Task statement: The answer must be one number: how many lines in the data below include the string "serialKey".

Dataset extract:
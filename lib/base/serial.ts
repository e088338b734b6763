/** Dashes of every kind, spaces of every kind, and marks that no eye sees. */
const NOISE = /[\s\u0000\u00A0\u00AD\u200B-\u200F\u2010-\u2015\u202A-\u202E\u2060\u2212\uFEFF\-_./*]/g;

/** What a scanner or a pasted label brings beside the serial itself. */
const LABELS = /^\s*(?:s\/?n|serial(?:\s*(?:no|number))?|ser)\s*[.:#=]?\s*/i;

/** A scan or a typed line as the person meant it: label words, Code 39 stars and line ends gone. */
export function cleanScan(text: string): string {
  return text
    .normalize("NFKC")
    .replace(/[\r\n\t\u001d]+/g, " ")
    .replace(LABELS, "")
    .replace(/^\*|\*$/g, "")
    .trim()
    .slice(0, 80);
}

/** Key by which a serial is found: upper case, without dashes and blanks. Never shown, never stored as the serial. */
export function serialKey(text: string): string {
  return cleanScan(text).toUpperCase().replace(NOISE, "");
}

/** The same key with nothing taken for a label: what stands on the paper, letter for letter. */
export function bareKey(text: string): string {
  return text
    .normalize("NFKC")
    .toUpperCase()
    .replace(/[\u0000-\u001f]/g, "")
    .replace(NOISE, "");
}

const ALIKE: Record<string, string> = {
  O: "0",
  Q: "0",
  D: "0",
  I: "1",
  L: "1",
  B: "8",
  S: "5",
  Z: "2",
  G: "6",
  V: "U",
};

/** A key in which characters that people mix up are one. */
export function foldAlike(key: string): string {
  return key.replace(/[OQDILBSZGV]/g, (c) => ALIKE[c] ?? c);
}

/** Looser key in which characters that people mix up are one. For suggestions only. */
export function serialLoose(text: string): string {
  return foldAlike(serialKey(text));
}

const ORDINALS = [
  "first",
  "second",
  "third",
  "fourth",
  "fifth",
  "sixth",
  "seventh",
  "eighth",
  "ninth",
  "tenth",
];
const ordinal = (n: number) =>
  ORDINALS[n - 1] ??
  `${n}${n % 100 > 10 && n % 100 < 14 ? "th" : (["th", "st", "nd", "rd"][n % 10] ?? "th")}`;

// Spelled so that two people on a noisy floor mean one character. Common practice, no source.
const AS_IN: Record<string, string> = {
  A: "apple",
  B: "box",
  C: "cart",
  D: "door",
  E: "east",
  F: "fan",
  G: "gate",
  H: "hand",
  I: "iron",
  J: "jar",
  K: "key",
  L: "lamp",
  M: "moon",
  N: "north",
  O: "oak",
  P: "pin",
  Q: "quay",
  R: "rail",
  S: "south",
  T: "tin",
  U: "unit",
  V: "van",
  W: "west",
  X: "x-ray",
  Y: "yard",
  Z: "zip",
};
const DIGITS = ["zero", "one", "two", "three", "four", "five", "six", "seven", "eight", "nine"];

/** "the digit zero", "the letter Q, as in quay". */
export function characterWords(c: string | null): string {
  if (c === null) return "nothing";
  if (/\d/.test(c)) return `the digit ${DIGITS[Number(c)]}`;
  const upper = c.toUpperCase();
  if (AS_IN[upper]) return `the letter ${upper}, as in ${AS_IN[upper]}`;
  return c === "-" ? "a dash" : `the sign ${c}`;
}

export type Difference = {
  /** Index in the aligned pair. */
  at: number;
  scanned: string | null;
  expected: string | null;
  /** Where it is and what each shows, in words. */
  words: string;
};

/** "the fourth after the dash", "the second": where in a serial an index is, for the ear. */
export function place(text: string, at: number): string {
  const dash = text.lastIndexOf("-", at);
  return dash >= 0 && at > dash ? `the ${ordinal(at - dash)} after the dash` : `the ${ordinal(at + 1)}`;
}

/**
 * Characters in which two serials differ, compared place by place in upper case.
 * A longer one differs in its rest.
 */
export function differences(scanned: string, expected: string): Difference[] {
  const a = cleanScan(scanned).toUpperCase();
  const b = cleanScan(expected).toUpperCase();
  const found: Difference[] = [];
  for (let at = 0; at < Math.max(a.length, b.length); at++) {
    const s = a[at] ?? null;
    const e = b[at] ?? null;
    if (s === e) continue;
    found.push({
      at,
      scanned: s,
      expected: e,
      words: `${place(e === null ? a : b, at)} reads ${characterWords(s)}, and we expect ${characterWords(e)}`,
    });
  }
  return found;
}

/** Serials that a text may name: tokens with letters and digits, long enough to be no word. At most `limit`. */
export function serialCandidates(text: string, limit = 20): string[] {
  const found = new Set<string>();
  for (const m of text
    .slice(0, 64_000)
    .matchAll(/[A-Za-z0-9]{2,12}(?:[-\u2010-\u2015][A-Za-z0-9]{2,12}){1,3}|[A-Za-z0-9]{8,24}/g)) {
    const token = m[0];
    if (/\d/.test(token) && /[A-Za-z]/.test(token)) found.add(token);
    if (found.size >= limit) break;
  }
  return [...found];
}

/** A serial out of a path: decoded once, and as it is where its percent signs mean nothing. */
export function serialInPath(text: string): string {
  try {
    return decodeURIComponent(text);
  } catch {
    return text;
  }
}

...

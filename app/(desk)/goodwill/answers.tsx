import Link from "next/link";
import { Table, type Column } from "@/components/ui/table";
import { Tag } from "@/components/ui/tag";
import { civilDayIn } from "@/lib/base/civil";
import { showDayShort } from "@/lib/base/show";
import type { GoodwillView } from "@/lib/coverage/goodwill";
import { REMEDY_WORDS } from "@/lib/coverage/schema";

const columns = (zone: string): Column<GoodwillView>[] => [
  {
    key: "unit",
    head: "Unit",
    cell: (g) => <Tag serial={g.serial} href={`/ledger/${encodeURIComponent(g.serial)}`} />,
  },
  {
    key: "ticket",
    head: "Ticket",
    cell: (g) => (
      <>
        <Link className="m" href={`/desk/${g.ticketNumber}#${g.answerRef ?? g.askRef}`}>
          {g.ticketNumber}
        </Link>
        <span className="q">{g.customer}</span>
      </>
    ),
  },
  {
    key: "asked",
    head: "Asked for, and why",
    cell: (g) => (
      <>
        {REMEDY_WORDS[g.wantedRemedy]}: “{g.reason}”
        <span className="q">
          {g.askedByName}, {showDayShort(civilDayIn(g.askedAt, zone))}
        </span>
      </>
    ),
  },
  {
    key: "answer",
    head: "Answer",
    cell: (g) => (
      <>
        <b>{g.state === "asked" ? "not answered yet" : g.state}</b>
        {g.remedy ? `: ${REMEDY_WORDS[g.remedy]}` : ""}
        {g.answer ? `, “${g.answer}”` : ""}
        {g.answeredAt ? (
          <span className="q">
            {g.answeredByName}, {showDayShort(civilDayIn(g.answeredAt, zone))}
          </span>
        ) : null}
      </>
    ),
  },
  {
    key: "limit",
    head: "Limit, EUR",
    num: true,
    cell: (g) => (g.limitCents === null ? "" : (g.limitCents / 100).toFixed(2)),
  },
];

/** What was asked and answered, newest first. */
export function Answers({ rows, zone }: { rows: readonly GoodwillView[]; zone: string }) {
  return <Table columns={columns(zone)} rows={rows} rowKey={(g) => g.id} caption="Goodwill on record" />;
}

Response for this exercise: 2